_Brief_. Copy the lines exactly as they appear, starting with the first line of the records and ending with the line that contains "expected '<f8' or".

Source material: Begin

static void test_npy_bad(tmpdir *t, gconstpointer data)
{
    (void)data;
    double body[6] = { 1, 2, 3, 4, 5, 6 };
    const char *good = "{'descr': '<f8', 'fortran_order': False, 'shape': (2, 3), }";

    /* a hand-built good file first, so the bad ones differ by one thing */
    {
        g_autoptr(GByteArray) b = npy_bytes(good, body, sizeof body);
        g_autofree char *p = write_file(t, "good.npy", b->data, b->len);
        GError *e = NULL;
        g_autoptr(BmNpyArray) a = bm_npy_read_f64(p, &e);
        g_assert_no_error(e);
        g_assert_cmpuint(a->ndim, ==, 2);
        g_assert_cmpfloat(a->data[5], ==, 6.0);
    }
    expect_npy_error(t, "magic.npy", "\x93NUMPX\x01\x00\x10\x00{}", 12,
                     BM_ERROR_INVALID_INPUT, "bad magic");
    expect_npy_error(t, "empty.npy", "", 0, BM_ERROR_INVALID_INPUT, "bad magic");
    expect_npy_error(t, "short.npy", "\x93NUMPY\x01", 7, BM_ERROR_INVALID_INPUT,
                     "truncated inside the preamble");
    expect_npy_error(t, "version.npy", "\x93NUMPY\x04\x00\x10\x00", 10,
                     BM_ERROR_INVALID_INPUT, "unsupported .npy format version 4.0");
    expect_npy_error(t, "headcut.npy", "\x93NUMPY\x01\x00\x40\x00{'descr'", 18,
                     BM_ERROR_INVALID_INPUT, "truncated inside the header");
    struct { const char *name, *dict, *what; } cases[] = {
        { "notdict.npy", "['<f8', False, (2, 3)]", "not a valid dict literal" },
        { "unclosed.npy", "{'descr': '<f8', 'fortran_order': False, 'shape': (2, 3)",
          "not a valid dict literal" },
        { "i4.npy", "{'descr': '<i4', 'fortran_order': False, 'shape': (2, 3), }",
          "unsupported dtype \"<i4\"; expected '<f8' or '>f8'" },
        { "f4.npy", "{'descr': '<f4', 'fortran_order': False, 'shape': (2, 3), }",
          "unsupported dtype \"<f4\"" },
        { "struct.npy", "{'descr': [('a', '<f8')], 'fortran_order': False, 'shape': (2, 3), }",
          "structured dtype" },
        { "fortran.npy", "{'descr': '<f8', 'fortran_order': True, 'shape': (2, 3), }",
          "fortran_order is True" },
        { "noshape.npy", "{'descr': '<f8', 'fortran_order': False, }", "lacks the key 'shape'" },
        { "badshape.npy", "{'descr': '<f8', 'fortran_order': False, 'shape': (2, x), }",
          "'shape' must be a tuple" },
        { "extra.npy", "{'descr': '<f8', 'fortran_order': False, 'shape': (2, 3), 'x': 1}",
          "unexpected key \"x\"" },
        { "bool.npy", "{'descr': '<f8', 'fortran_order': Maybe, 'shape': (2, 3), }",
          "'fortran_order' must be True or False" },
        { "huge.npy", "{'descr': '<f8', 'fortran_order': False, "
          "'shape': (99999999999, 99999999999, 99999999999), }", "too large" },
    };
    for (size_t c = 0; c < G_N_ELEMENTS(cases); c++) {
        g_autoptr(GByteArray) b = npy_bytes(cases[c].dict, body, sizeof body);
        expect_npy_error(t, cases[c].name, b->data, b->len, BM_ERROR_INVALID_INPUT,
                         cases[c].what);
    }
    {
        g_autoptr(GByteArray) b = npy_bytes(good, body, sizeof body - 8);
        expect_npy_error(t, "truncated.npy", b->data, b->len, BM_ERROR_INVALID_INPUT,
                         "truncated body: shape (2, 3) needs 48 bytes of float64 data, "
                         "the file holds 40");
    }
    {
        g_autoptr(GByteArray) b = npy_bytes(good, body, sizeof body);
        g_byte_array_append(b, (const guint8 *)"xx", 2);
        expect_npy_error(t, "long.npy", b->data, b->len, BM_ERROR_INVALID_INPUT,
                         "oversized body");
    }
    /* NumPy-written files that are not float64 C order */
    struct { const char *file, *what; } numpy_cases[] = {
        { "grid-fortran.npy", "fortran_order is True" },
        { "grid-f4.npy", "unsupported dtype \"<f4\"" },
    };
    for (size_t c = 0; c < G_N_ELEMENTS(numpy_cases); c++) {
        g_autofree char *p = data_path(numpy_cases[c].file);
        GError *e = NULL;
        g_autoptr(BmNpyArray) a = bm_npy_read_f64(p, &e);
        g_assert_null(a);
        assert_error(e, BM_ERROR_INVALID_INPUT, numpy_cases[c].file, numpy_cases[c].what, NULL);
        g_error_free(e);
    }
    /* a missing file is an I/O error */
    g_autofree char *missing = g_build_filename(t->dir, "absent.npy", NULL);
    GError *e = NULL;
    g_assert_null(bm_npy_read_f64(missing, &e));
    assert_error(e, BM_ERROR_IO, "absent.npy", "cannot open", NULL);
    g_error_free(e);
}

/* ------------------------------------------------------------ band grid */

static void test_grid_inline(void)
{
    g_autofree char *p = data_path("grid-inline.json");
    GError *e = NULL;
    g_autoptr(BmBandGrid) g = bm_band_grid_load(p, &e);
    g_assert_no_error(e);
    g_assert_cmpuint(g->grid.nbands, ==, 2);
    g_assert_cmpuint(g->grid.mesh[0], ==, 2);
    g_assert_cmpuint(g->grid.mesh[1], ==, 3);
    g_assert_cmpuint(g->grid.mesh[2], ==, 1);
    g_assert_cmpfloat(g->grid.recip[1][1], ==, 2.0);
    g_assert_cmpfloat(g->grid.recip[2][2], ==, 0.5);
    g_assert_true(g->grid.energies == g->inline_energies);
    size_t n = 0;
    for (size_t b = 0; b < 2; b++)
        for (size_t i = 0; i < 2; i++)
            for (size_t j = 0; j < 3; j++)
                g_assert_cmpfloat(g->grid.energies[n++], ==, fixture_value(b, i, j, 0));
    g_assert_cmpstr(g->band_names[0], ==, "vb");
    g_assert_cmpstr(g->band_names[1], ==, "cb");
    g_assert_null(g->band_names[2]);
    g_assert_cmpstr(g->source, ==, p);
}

Source material: End

_Solution for this problem_.
static void test_npy_bad(tmpdir *t, gconstpointer data)
{
    (void)data;
    double body[6] = { 1, 2, 3, 4, 5, 6 };
    const char *good = "{'descr': '<f8', 'fortran_order': False, 'shape': (2, 3), }";

    /* a hand-built good file first, so the bad ones differ by one thing */
    {
        g_autoptr(GByteArray) b = npy_bytes(good, body, sizeof body);
        g_autofree char *p = write_file(t, "good.npy", b->data, b->len);
        GError *e = NULL;
        g_autoptr(BmNpyArray) a = bm_npy_read_f64(p, &e);
        g_assert_no_error(e);
        g_assert_cmpuint(a->ndim, ==, 2);
        g_assert_cmpfloat(a->data[5], ==, 6.0);
    }
    expect_npy_error(t, "magic.npy", "\x93NUMPX\x01\x00\x10\x00{}", 12,
                     BM_ERROR_INVALID_INPUT, "bad magic");
    expect_npy_error(t, "empty.npy", "", 0, BM_ERROR_INVALID_INPUT, "bad magic");
    expect_npy_error(t, "short.npy", "\x93NUMPY\x01", 7, BM_ERROR_INVALID_INPUT,
                     "truncated inside the preamble");
    expect_npy_error(t, "version.npy", "\x93NUMPY\x04\x00\x10\x00", 10,
                     BM_ERROR_INVALID_INPUT, "unsupported .npy format version 4.0");
    expect_npy_error(t, "headcut.npy", "\x93NUMPY\x01\x00\x40\x00{'descr'", 18,
                     BM_ERROR_INVALID_INPUT, "truncated inside the header");
    struct { const char *name, *dict, *what; } cases[] = {
        { "notdict.npy", "['<f8', False, (2, 3)]", "not a valid dict literal" },
        { "unclosed.npy", "{'descr': '<f8', 'fortran_order': False, 'shape': (2, 3)",
          "not a valid dict literal" },
        { "i4.npy", "{'descr': '<i4', 'fortran_order': False, 'shape': (2, 3), }",
          "unsupported dtype \"<i4\"; expected '<f8' or '>f8'" },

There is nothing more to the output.